• What you have to do: In the entries below, the word "documentNumber" appears on some lines. Copy each of those lines.

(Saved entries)
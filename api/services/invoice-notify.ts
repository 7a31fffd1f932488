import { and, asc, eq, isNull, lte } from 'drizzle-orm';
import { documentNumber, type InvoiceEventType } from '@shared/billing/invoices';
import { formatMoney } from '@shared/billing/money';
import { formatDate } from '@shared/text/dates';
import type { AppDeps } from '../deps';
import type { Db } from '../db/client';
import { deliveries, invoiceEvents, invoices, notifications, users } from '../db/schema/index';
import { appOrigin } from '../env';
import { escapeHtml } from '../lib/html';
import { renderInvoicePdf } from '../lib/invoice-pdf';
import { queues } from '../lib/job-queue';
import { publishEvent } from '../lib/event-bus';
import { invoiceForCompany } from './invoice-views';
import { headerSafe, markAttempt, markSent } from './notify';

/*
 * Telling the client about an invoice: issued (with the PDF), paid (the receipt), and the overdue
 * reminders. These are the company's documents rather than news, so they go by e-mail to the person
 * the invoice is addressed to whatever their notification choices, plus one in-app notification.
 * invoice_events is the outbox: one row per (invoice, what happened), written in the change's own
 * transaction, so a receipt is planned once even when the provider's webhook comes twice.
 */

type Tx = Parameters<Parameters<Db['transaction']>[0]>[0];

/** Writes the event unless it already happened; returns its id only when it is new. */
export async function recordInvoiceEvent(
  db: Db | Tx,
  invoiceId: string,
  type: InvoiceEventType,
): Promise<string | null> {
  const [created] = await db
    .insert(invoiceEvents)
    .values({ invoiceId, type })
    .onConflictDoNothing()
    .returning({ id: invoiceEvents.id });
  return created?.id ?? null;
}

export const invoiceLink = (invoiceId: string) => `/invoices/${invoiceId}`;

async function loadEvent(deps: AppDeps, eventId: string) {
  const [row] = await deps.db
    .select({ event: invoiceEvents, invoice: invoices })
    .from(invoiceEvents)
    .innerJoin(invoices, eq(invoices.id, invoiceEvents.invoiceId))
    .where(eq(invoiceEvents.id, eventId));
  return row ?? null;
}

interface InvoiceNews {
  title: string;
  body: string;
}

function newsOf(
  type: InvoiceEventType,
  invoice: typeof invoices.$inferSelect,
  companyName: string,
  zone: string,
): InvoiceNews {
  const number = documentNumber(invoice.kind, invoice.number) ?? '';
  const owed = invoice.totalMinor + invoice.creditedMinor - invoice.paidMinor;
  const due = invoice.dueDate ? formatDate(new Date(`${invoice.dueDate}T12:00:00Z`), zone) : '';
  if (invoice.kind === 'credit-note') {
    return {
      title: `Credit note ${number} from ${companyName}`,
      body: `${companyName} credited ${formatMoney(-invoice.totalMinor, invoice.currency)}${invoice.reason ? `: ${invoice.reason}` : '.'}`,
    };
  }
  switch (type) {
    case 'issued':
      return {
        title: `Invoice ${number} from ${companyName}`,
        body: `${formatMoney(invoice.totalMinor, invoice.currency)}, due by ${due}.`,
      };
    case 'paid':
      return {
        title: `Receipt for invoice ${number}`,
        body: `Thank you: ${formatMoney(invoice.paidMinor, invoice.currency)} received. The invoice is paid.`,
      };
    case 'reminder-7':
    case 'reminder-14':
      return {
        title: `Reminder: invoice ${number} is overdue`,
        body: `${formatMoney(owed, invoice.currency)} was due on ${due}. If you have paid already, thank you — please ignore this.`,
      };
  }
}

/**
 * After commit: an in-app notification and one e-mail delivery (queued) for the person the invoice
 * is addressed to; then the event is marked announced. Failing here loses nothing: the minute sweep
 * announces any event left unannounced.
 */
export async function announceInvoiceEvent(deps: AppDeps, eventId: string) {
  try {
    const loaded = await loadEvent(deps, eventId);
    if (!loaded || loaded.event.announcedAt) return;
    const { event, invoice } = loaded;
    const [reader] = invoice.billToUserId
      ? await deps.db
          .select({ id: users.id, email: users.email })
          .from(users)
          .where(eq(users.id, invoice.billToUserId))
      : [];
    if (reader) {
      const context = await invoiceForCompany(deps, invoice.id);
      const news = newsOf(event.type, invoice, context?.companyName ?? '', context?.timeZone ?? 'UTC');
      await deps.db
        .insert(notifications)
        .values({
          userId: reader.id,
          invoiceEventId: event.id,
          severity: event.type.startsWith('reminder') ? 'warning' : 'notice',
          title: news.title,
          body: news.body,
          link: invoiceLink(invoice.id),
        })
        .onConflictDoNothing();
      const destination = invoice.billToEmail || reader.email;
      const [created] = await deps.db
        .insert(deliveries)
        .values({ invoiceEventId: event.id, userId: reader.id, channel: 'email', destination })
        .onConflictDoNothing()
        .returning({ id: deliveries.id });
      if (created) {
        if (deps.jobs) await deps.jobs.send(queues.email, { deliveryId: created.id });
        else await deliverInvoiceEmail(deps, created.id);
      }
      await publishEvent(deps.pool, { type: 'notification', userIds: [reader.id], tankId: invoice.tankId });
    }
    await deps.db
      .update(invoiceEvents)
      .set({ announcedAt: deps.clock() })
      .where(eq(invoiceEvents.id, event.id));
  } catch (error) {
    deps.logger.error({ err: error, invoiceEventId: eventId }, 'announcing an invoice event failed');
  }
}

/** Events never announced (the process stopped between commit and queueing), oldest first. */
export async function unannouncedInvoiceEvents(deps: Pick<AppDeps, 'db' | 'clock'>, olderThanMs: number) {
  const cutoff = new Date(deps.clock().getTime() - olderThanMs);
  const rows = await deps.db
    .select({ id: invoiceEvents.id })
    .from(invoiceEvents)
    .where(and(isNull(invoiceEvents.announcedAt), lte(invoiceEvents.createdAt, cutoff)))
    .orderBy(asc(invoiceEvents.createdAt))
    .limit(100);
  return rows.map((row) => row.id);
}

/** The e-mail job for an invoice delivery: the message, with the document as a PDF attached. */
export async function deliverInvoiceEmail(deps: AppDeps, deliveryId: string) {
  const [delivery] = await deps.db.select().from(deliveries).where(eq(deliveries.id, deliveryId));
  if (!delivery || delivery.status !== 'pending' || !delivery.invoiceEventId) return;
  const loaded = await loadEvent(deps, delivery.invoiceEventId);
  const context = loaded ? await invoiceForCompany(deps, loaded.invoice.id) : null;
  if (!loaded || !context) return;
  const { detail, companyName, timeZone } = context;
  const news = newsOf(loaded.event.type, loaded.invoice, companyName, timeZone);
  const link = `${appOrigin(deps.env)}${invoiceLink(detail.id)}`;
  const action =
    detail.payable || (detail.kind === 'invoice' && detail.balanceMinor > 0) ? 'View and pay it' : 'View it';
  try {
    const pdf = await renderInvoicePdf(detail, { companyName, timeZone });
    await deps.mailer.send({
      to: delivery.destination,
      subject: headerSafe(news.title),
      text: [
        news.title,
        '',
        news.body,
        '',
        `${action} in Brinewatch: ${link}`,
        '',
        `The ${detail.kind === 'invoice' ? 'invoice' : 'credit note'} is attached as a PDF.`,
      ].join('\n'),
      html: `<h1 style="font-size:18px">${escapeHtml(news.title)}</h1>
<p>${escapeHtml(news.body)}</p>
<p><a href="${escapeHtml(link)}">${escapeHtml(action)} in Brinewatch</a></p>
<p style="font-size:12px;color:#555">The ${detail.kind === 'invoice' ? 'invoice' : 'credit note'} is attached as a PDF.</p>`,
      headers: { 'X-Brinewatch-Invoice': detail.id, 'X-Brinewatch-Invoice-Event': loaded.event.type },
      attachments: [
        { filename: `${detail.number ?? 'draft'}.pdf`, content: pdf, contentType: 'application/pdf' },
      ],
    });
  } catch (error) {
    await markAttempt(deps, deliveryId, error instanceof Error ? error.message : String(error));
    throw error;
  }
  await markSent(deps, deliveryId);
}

...

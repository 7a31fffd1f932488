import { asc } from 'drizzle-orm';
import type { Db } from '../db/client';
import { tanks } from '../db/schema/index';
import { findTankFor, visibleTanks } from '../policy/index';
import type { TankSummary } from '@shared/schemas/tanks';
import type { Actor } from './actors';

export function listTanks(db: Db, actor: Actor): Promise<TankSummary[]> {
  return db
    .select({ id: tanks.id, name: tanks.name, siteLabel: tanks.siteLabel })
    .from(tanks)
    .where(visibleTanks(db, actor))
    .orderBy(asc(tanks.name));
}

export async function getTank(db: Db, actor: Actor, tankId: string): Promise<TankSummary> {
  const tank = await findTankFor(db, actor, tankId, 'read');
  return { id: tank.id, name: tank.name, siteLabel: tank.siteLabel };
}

• Answer:
import { documentNumber, type InvoiceEventType } from '@shared/billing/invoices';
  const number = documentNumber(invoice.kind, invoice.number) ?? '';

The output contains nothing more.